这部分功能模板是否专业化？

Question

I came up with this after answering this question

I had a simple function template (C++11):

template<class elem_t, class list_t>
bool in_list(const elem_t& elem, const list_t& list) {
   for (const auto& i : list) {
      if (elem == i) {
         return true;
      }
   }
   return false;
}

But GCC emitted warnings because it doesn't seem to like deducing a template parameter as a std::initializer_list. So, without thinking, I made a specialization:

template<class elem_t>
bool in_list(const elem_t& elem, std::initializer_list<elem_t> list) {
   for (const auto& i : list) {
      if (elem == i) {
         return true;
      }
   }
   return false;
}

This worked. No more warnings. But when I looked again and thought about it, I remembered that C++ does not support partial template specialization on function templates. But that is what this appears to be. My only guess is that this is allowed because std::initializer_list is still dependent upon the template parameter, so it is, in essence, a different template. But I'm not sure if this is how it is supposed to be (isn't there a gotw about templates not overloading?).

Is it standard behavior to accept this? And why?

And as a bonus question, why does GCC not like deducing a template parameter as a std::initializer_list? It seems quite silly to expect me to copy and paste the code and just replace the parameter with a std::initializer_list.

The warning message:

test.cpp: In function ‘int main()’:
test.cpp:33:43: warning: deducing ‘const list_t’ as ‘const std::initializer_list<int>’ [enabled by default]
test.cpp:6:6: warning:   in call to ‘bool in_list(const elem_t&, const list_t&) [with elem_t = int, list_t = std::initializer_list<int>]’ [enabled by default]
test.cpp:33:43: warning:   (you can disable this with -fno-deduce-init-list) [enabled by default]

When called by in_list(3, {1, 2, 3, 4, 5});

EDIT: Apparently deducing a template parameter as an initializer_list is an extension according to the working draft for my version of GCC ( cite ). So new question: Is this still an extension as of the final c++11 standard? If so, this would mean that it would be necessary for me to add the second function for standards-compliant code. Thanks for all your help!

EDIT2: The compiler dialect flag appears to be removed for GCC 4.7, so it seems like the issue was resolved, but I don't know how it was resolved.

Answer 1

Using what @Ben Voigt said in the comments on the other answer, I have gathered some relevant standard quotes:

§14.5.6.2

A function template can be overloaded with other function templates and with normal (non-template) functions. A normal function is not related to a function template (ie, it is never considered to be a specialization ), even if it has the same name and type as a potentially generated function template specialization .

So that rules out function template specialisation as what you're doing, because even if two function template overloads could potentially generate the same function, it's not specialisation. So it's overloading.

Such specializations are distinct functions and do not violate the one definition rule (3.2).
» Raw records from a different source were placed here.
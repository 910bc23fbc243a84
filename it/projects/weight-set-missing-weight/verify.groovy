// A predicted weight set that drops a Serre weight fails, naming form, p and the missing weight (level 11 is supersingular at 19: a_19 = 0).
def log = new File(basedir, "build.log").getText("UTF-8")
def expect = { String line -> assert log.contains(line) : "missing in build.log: " + line }
expect('[ERROR] data/modp-weights.csv:2:4: error [weight-set] form=f11 p=19: expected (0,0);(18,0), found (0,0); missing (18,0);')
assert !(log =~ /(?m)^\s+at [\w.$]+\(/) : "a stack trace reached the log"
return true
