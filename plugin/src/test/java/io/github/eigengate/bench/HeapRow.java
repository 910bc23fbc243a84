package io.github.eigengate.bench;

import java.io.IOException;
import java.nio.file.Path;
import java.util.ArrayList;
import java.util.List;
import java.util.concurrent.TimeUnit;

/**
 * The smallest heap (-Xmx, from a ladder) with which a child JVM runs the whole gate on one rational form with
 * {@code rows} coefficients ({@link GateRow}'s table) and passes.
 */
final class HeapRow implements Bench.Report {

    private static final int[] LADDER_MB = {32, 48, 64, 96, 128, 192, 256, 384, 512, 768, 1024, 1536};

    private final String name;
    private final int rows;

    HeapRow(String name, int rows) {
        this.name = name;
        this.rows = rows;
    }

    @Override
    public String name() {
        return name;
    }

    @Override
    public String title() {
        return "smallest heap that passes: one rational form with " + rows + " coefficients";
    }

    @Override
    public String measure(Path work) throws IOException {
        Path dir = GateRow.dataset(work, 1, rows);
        int lo = -1; // largest failing index
        int hi = LADDER_MB.length; // smallest passing index
        List<String> tried = new ArrayList<>();
        while (hi - lo > 1) {
            int mid = (lo + hi) / 2;
            boolean ok = passes(dir, LADDER_MB[mid]);
            tried.add(LADDER_MB[mid] + " MB " + (ok ? "passes" : "fails"));
            if (ok) {
                hi = mid;
            } else {
                lo = mid;
            }
        }
        String best = hi == LADDER_MB.length ? "more than " + LADDER_MB[LADDER_MB.length - 1] + " MB"
                : LADDER_MB[hi] + " MB";
        return "smallest passing -Xmx: " + best + " (" + String.join(", ", tried) + ")";
    }

    private static boolean passes(Path dir, int mb) throws IOException {
        List<String> cmd = List.of(Path.of(System.getProperty("java.home"), "bin", "java").toString(),
                "-Xmx" + mb + "m", "-cp", System.getProperty("java.class.path"), Bench.class.getName(),
                "--gate-once", dir.toAbsolutePath().toString());
        Process p = new ProcessBuilder(cmd).redirectErrorStream(true).start();
        p.getInputStream().readAllBytes();
        try {
            return p.waitFor(30, TimeUnit.MINUTES) && p.exitValue() == 0;
        } catch (InterruptedException e) {
            Thread.currentThread().interrupt();
            return false;
        }
    }
}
So they're distinct functions and that's why it's not erroring.

§14.5.6.2.1

If a function template is overloaded, the use of a function template specialization* might be ambiguous because template argument deduction (14.8.2) may associate the function template specialization with more than one function template declaration.

This is priming is for what we both already saw, which is that in_list(a, b) where b is an initializer_list appears to match both function templates.

(*Note that "function template specialization" here doesn't mean specialising a function template, it means a function template that has been instantiated with a type. So with template<typename T> f(); , f<int>() is a function template specialisation.)

So we use what is called partial ordering of overloaded function templates to resolve this:

Partial ordering of overloaded function template declarations is used in the following contexts to select the function template to which a function template specialization refers:

— during overload resolution for a call to a function template specialization (13.3.3);

— when the address of a function template specialization is taken;

— when a placement operator delete that is a function template specialization is selected to match a placement operator new (3.7.4.2, 5.3.4);

— when a friend function declaration (14.5.4), an explicit instantiation (14.7.2) or an explicit specialization (14.7.3) refers to a function template specialization.

Ok, so that's when partial ordering is for. This is what it does:

Partial ordering selects which of two function templates is more specialized than the other by transforming each template in turn (see next paragraph) and performing template argument deduction using the function type. The deduction process determines whether one of the templates is more specialized than the other. If so, the more specialized template is the one chosen by the partial ordering process.

And then you get into the long and laborious process of determining which template is more specialised, which you can read about if you want, but it's really complicated and I probably don't understand it all (and plus, I don't have enough time to write about it :)).

Answer 2

That's not partial specilization. What you are doing is overloading function.